The example descriptors visualization is as below:

Feature Matching

The matching metric is evaluated, in this implementation, as suggested in harris.py, via Euclidean Distance. Two corners with smaller Euclidean Distance will be considered to match each other more.

Lowe’s trick is also applied to enhance robustness. Lowe’s technique works by assuming that the 1-NN in some image is a potential correct match, whilst the 2-NN in that same image is an incorrect match. In fact, we have observed that the distance in feature space of the 2-NN and subsequent matches is almost constant. [1]

[1] “Multi-Image Matching using Multi-Scale Oriented Patches” by Brown et al.

Visualization example of matched features between image pairs is as below:

RANSAC for Robust Homography

RANSAC loop [4]:

Select four feature pairs (at random)
Compute homography H (exact)
Compute inliers where $dist(pi’, H pi ) < ε$
Keep largest set of inliers
Re-compute least-squares H estimate on all of the inliers

[4] CS180 slides: feature-alignmentPart2.pdf

OK, now it is all set.
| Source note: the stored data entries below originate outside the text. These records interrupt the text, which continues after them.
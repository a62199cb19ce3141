import { In, type EntityManager } from 'typeorm';
import {
  FitEntity, JobEntity, SweepEntity, SweepFileEntity, UserEntity,
  type FitRow, type JobRow, type SweepFileRow, type SweepRow, type UserRow,
} from '../../db/entities';

export async function findSweepInLab(em: EntityManager, labId: number, id: number): Promise<SweepRow | null> {
  return em.getRepository(SweepEntity).findOneBy({ id, labId });
}

export async function listSweepsOfDevice(em: EntityManager, deviceId: number): Promise<SweepRow[]> {
  return em.getRepository(SweepEntity).find({ where: { deviceId }, order: { createdAt: 'DESC', id: 'DESC' } });
}

/** File metadata of sweeps (no bytes), grouped by sweep in upload order. */
export async function fileInfoOf(em: EntityManager, sweepIds: number[]): Promise<Map<number, SweepFileRow[]>> {
  const out = new Map<number, SweepFileRow[]>();
  if (!sweepIds.length) return out;
  const rows = await em.getRepository(SweepFileEntity).find({ where: { sweepId: In(sweepIds) }, order: { sweepId: 'ASC', position: 'ASC' } });
  for (const r of rows) out.set(r.sweepId, [...(out.get(r.sweepId) ?? []), r]);
  return out;
}

/** The stored bytes of a sweep, in upload order. */
export async function sweepContents(em: EntityManager, sweepId: number): Promise<Array<{ name: string; content: Buffer }>> {
  const rows = await em
    .getRepository(SweepFileEntity)
    .createQueryBuilder('f')
    .select(['f.name', 'f.position'])
    .addSelect('f.content')
    .where('f.sweepId = :sweepId', { sweepId })
    .orderBy('f.position', 'ASC')
    .getMany();
  return rows.map((r) => ({ name: r.name, content: r.content }));
}

export async function findFitInLab(em: EntityManager, labId: number, id: number): Promise<FitRow | null> {
  return em.getRepository(FitEntity).findOneBy({ id, labId });
}

export async function listFitsOfDevice(em: EntityManager, deviceId: number): Promise<FitRow[]> {
  return em.getRepository(FitEntity).find({ where: { deviceId }, order: { version: 'DESC' } });
}

export async function acceptedFitOf(em: EntityManager, deviceId: number): Promise<FitRow | null> {
  return em.getRepository(FitEntity).findOne({ where: { deviceId, status: 'accepted' }, order: { version: 'DESC' } });
}

export interface ActiveFitRow {
  id: number;
  deviceId: number;
  version: number;
  kind: FitRow['kind'];
  model: FitRow['model'];
  status: FitRow['status'];
  reviewedById: number | null;
  reviewedAt: Date | null;
  f0Hz: number | null;
  f0Err: number | null;
  gamma0: number | null;
  gamma0Err: number | null;
  asymmetry: number | null;
  asymmetryErr: number | null;
}

const num = (v: unknown): number | null => {
  if (v === null || v === undefined) return null;
  const n = Number(v);
  return Number.isFinite(n) ? n : null;
};

/** Per device of the lab: its accepted fit (if any) and whether a proposed one waits for review. */
export async function calibrationStateOfLab(
  em: EntityManager,
  labId: number,
  deviceIds?: number[],
): Promise<Map<number, { accepted: ActiveFitRow | null; proposed: boolean }>> {
  // Standard errors read inside the database: the calibration JSON itself can be large.
  const qb = em
    .getRepository(FitEntity)
    .createQueryBuilder('f')
    .select(['f.id AS id', 'f.deviceId AS deviceId', 'f.version AS version', 'f.kind AS kind', 'f.model AS model', 'f.status AS status'])
    .addSelect(['f.reviewedById AS reviewedById', 'f.reviewedAt AS reviewedAt', 'f.f0Hz AS f0Hz', 'f.gamma0 AS gamma0', 'f.asymmetry AS asymmetry'])
    .addSelect("JSON_VALUE(f.calibration, '$.params.f0_hz.stderr')", 'f0Err')
    .addSelect("JSON_VALUE(f.calibration, '$.params.gamma0.stderr')", 'gamma0Err')
    .addSelect("JSON_VALUE(f.calibration, '$.params.asymmetry.stderr')", 'asymmetryErr')
    .where('f.labId = :labId', { labId })
    .andWhere("f.status IN ('accepted', 'proposed')");
  if (deviceIds) {
    if (!deviceIds.length) return new Map();
    qb.andWhere('f.deviceId IN (:...deviceIds)', { deviceIds });
  }
  const raw: Array<Record<string, unknown>> = await qb.getRawMany();
  const out = new Map<number, { accepted: ActiveFitRow | null; proposed: boolean }>();
  for (const x of raw) {
    const r: ActiveFitRow = {
      id: Number(x.id),
      deviceId: Number(x.deviceId),
      version: Number(x.version),
      kind: x.kind as FitRow['kind'],
      model: x.model as FitRow['model'],
      status: x.status as FitRow['status'],
      reviewedById: num(x.reviewedById),
      reviewedAt: x.reviewedAt ? new Date(x.reviewedAt as string) : null,
      f0Hz: num(x.f0Hz),
      f0Err: num(x.f0Err),
      gamma0: num(x.gamma0),
      gamma0Err: num(x.gamma0Err),
      asymmetry: num(x.asymmetry),
      asymmetryErr: num(x.asymmetryErr),
    };
    const s = out.get(r.deviceId) ?? { accepted: null, proposed: false };
    if (r.status === 'accepted' && (!s.accepted || r.version > s.accepted.version)) s.accepted = r;
    if (r.status === 'proposed') s.proposed = true;
    out.set(r.deviceId, s);
  }
  return out;
}

/**
 * Row lock on the device for the rest of the transaction. Every change to which fit is active (and
 * every new version number) takes this lock first, so concurrent reviews and fits serialise per device.
 */
export async function lockDevice(em: EntityManager, deviceId: number): Promise<boolean> {
  const rows: unknown[] = await em.query('SELECT `id` FROM `device` WHERE `id` = ? FOR UPDATE', [deviceId]);
  return rows.length === 1;
}

/** Next version number of a device's fits; call with the device locked. */
export async function nextFitVersion(em: EntityManager, deviceId: number): Promise<number> {
  const [row] = await em.query('SELECT COALESCE(MAX(`version`), 0) AS v FROM `fit` WHERE `deviceId` = ?', [deviceId]);
  return Number(row.v) + 1;
}

export async function findJobInLab(em: EntityManager, labId: number, id: number): Promise<JobRow | null> {
  return em.getRepository(JobEntity).findOneBy({ id, labId });
}

export async function usersById(em: EntityManager, ids: Array<number | null | undefined>): Promise<Map<number, UserRow>> {
  const want = [...new Set(ids.filter((x): x is number => typeof x === 'number'))];
  const rows = want.length ? await em.getRepository(UserEntity).findBy({ id: In(want) }) : [];
  return new Map(rows.map((u) => [u.id, u]));
}

/** Active members of a lab with one role (notification recipients). */
export async function activeUsersWithRole(em: EntityManager, labId: number, role: UserRow['role']): Promise<UserRow[]> {
  return em.getRepository(UserEntity).find({ where: { labId, role, active: true }, order: { id: 'ASC' } });
}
The pictures gallery is as follows:

Raw Images:

AutoStitching v.s. Manual Stitching:

Some observations and thoughts

I switched my images compared to part3A. Through some naive experiments, I noticed that:

The images with rather proportion of plain area (with little texture) can suffer from mismatch
A picture with suitable white balance (like avoid Highlights in image) can be better
Avoid symmetric object in the building (at least in the figure)

For the first and second point, I guess that plain areas can be confusing for the algorithm. A picture with rich texture can have more rich descriptors. Though the filter and lowe's trick is designed to deal with them, it is better to ease this phenomenon. For the third point, it is possible (though with very low probability) that two symmetric point in the two figures can have the satisfying matches (four combinations), bringing confusion to the algorithm.

For the reasons above and experiments, I changed the images used in part3B.